Ce livre se divise non pas en chapitres, mais en années, An A +1 par exemple. Une chose dans ce livre m'a surpris, et pas forcement rajeuni, la monnaie est le franc. Normal, me direz-vous, ce livre date de 1994, et l'euro n'avait pas encore pignon sur rue.
Un bon roman qui m'a appris beaucoup de choses, dont la signification du fameux mot à la mode, le crédit « Revolving ». Je trouve qu'il y a un manque de poésie dans le nom des cartes de crédit citées dans ce livre, mais cela n'est visiblement pas le but : Gold Primus, Permaprêt, Crédit Confort, Customer, etc....
Extraits :
- Là, point de délinquance, point de drogue, point de racket à la sortie des écoles.
- Acheter : l'infinitif est impératif.
- On baptisa la propriété d'un nom breton Ker Eol, la maison du soleil.
- Monsieur joue au grand argentier. Il sonne l'employé du guichet et vouvoie ses troupes. Il fera carrière.
- On a claqué du fric. On a claqué le fric de la banque, l'argent des travaux. Pas en totalité. Une bonne partie.
- d) Éliane F. parle pas breton, et nombreux sont les gens âgés plus à l'aise dans leur langue maternelle qu'en français.
- Simple tolérance. Il s'agit pas d'une autorisation .
- Non, répond Bourbao, c'est une formule hypersimplifiée, le crédit TGV.
- « Un piège à cons, vous allez voir. On va régulariser des comptes débiteurs, y a pas de doute ».
- Ils se sentiront des ailes dépensières. Le pognon leur brûlera les doigts. Ils replongeront.
- Le délai de réflexion est écoulé, la double commission acquise.

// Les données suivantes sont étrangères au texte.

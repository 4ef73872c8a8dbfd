"""Source of the kernels that advance and count many orbits together, in lanes.

Words in capitals are expanded by `atlas.orbits.kernel_source` for the state variables, the coefficients, the
patterns and the axes of a view. Every lane follows its own orbit, so the result does not depend on which
orbits share a group. Numbers of steps are those of the map; where only every so many-th state is recorded,
SKIP runs those between.
"""

CHUNK = 16
"""Steps between two escape tests, counted from the start of a stage."""

PART = 8
"""Recorded states between two visits to the histogram; a divisor of CHUNK."""

ADVANCE = '''
@compiled
def advance(x, c, word, key, order, before, steps, bound, outcome):
    """Advance the orbits of order; outcome becomes GONE where a test finds one outside the bound."""
    lx = np.empty((NX, LANES))
    lc = np.empty((ROWS, LANES))
    lg = np.empty(LANES, np.bool_)
    lk = np.empty(LANES, np.uint64)
    for first in range(0, order.size, LANES):
        lanes = min(LANES, order.size - first)
        for l in range(LANES):
            m = order[first + min(l, lanes - 1)]
            for k in range(NX):
                lx[k, l] = x[k, m]
            for k in range(ROWS):
                lc[k, l] = c[k, m]
            lg[l] = False
            lk[l] = key[m]
        n = before
        done = 0
        while done < steps:
            now = min(CHUNK, steps - done)
            for part in range(now // UNROLL):
                PHASE n
                for l in range(LANES):
                    LOAD
                    REPEAT
                    STEP n + KTH + 1
                    END_REPEAT
                    STORE
                n += UNROLL
            BEGIN_REST
            for part in range(now % UNROLL):
                PHASE n
                for l in range(LANES):
                    LOAD
                    STEP n + 1
                    STORE
                n += 1
            END_REST
            for l in range(LANES):
                LOAD
                lg[l] = lg[l] | OUTSIDE
            done += now
        for l in range(lanes):
            LOAD
            m = order[first + l]
            if lg[l] or OUTSIDE:
                outcome[m] = GONE
            for k in range(NX):
                x[k, m] = lx[k, l]
'''


RETURNS = '''
@compiled
def returns(x, c, word, order, before, longest, window, repeat, period, gap, size):
    """Look ahead from each orbit's state: the first exact repeat, and the nearest return up to a period."""
    lx = np.empty((NX, LANES))
    rx = np.empty((NX, LANES))
    lc = np.empty((ROWS, LANES))
    lr = np.empty(LANES)
    lp = np.empty(LANES)
    lg = np.empty(LANES)
    ls = np.empty(LANES)
    for first in range(0, order.size, LANES):
        lanes = min(LANES, order.size - first)
        for l in range(LANES):
            m = order[first + min(l, lanes - 1)]
            ls[l] = 0.0
            for k in range(NX):
                lx[k, l] = x[k, m]
                rx[k, l] = x[k, m]
                ls[l] = max(ls[l], abs(x[k, m]))
            for k in range(ROWS):
                lc[k, l] = c[k, m]
            lr[l] = 0.0
            lp[l] = 0.0
            lg[l] = np.inf
        t = before
        for n in range(1, window + 1):
            number = float(n)
            beyond = 0.0 if n <= longest else np.inf
            FAR n
            SKIP t
            PHASE t + EVERY - 1
            for l in range(LANES):
                LOAD
                STEP 0
                STORE
                d = DISTANCE
                lr[l] = number if (d == 0.0) & (lr[l] == 0.0) else lr[l]
                nearer = d + beyond < lg[l]
                lg[l] = d if nearer else lg[l]
                lp[l] = number if nearer else lp[l]
                largest = LARGEST
                ls[l] = largest if largest - beyond > ls[l] else ls[l]
            t += EVERY
        for l in range(lanes):
            m = order[first + l]
            repeat[m] = int(lr[l])
            period[m] = int(lp[l])
            gap[m] = lg[l]
            size[m] = ls[l]
'''


SAMPLE = '''
@compiled
def sample(x, c, word, key, order, before, steps, bound, outcome, hit, base, trash, AXES, counts):
    """Record and count states of the orbits of order; note the first return to where each stood."""
    low0, inverse0, slack0 = axis0
    top0 = float(edges0.size - 1)
    SECOND low1, inverse1, slack1 = axis1
    SECOND top1 = float(edges1.size - 1)
    SECOND stride = np.int32(edges0.size + 1)
    lx = np.empty((NX, LANES))
    rx = np.empty((NX, LANES))
    lc = np.empty((ROWS, LANES))
    lg = np.empty(LANES, np.bool_)
    lh = np.empty(LANES)
    lb = np.empty(LANES, np.int32)
    lk = np.empty(LANES, np.uint64)
    seen0 = np.empty((PART, LANES))
    SECOND seen1 = np.empty((PART, LANES))
    cell = np.empty((PART, LANES), np.int32)
    flat = cell.reshape(-1)
    for first in range(0, order.size, LANES):
        lanes = min(LANES, order.size - first)
        for l in range(LANES):
            m = order[first + min(l, lanes - 1)]
            for k in range(NX):
                lx[k, l] = x[k, m]
                rx[k, l] = x[k, m]
            for k in range(ROWS):
                lc[k, l] = c[k, m]
            lg[l] = False
            lh[l] = np.inf
            lb[l] = base[m] + 1 if l < lanes else trash + 1
            lk[l] = key[m]
        n = before
        done = 0
        while done < steps:
            now = min(PART, steps - done)
            for part in range(now // UNROLL):
                at = part * UNROLL
                SKIP n
                PHASE n + EVERY - 1
                for l in range(LANES):
                    LOAD
                    h = lh[l]
                    REPEAT
                    STEP n + KTH + EVERY
                    seen0[at + KTH, l] = SHOWN0
                    SECOND seen1[at + KTH, l] = SHOWN1
                    NUMBER done + at + KTH + 1
                    number = number if SAME else np.inf
                    h = number if number < h else h
                    END_REPEAT
                    STORE
                    lh[l] = h
                n += UNROLL * EVERY
            BEGIN_REST
            for k in range(now - now % UNROLL, now):
                PHASE n
                for l in range(LANES):
                    LOAD
                    STEP n + 1
                    STORE
                    seen0[k, l] = SHOWN0
                    SECOND seen1[k, l] = SHOWN1
                    NUMBER done + k + 1
                    number = number if SAME else np.inf
                    lh[l] = number if number < lh[l] else lh[l]
                n += 1
            END_REST
            near = False
            for k in range(now):
                for l in range(LANES):
                    t = (SCALED0(seen0[k, l]) - low0) * inverse0
                    q = np.floor(t)
                    f = t - q
                    near = near | (f < slack0) | (f > 1.0 - slack0)
                    q = q if q > -1.0 else -1.0
                    q = q if q < top0 else top0
                    cell[k, l] = lb[l] + np.int32(q)
            BEGIN_SECOND
            for k in range(now):
                for l in range(LANES):
                    t = (SCALED1(seen1[k, l]) - low1) * inverse1
                    q = np.floor(t)
                    f = t - q
                    near = near | (f < slack1) | (f > 1.0 - slack1)
                    q = q if q > -1.0 else -1.0
                    q = q if q < top1 else top1
                    cell[k, l] += stride * (np.int32(q) + np.int32(1))
            END_SECOND
            if near:
                for k in range(now):
                    for l in range(LANES):
                        cell[k, l] = lb[l] - np.int32(1) + np.int32(CELL_SEEN)
            for j in range(now * LANES):
                counts[np.uint32(flat[j])] += np.uint32(1)
            done += now
            if done % CHUNK == 0 or done == steps:
                for l in range(LANES):
                    LOAD
                    lg[l] = lg[l] | OUTSIDE
        for l in range(lanes):
            m = order[first + l]
            if lg[l]:
                outcome[m] = GONE
            hit[m] = int(lh[l]) if lh[l] < np.inf else 0
            for k in range(NX):
                x[k, m] = lx[k, l]
'''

- Paul G. ne doute plus d'être indésirable. La B3C ne lui fera pas de quartier.
- Mon euphorie se dégonflait à mesure que mon livret de Caisse d'Épargne diminuait.
- « C'est le bonheur d'être à crédit ».
- Paul a presque le rang de notable.
Éditions : Stock (1994).
PS. Hervé JAOUEN sera avec de nombreux autres auteurs à Carhaix, ce week-end.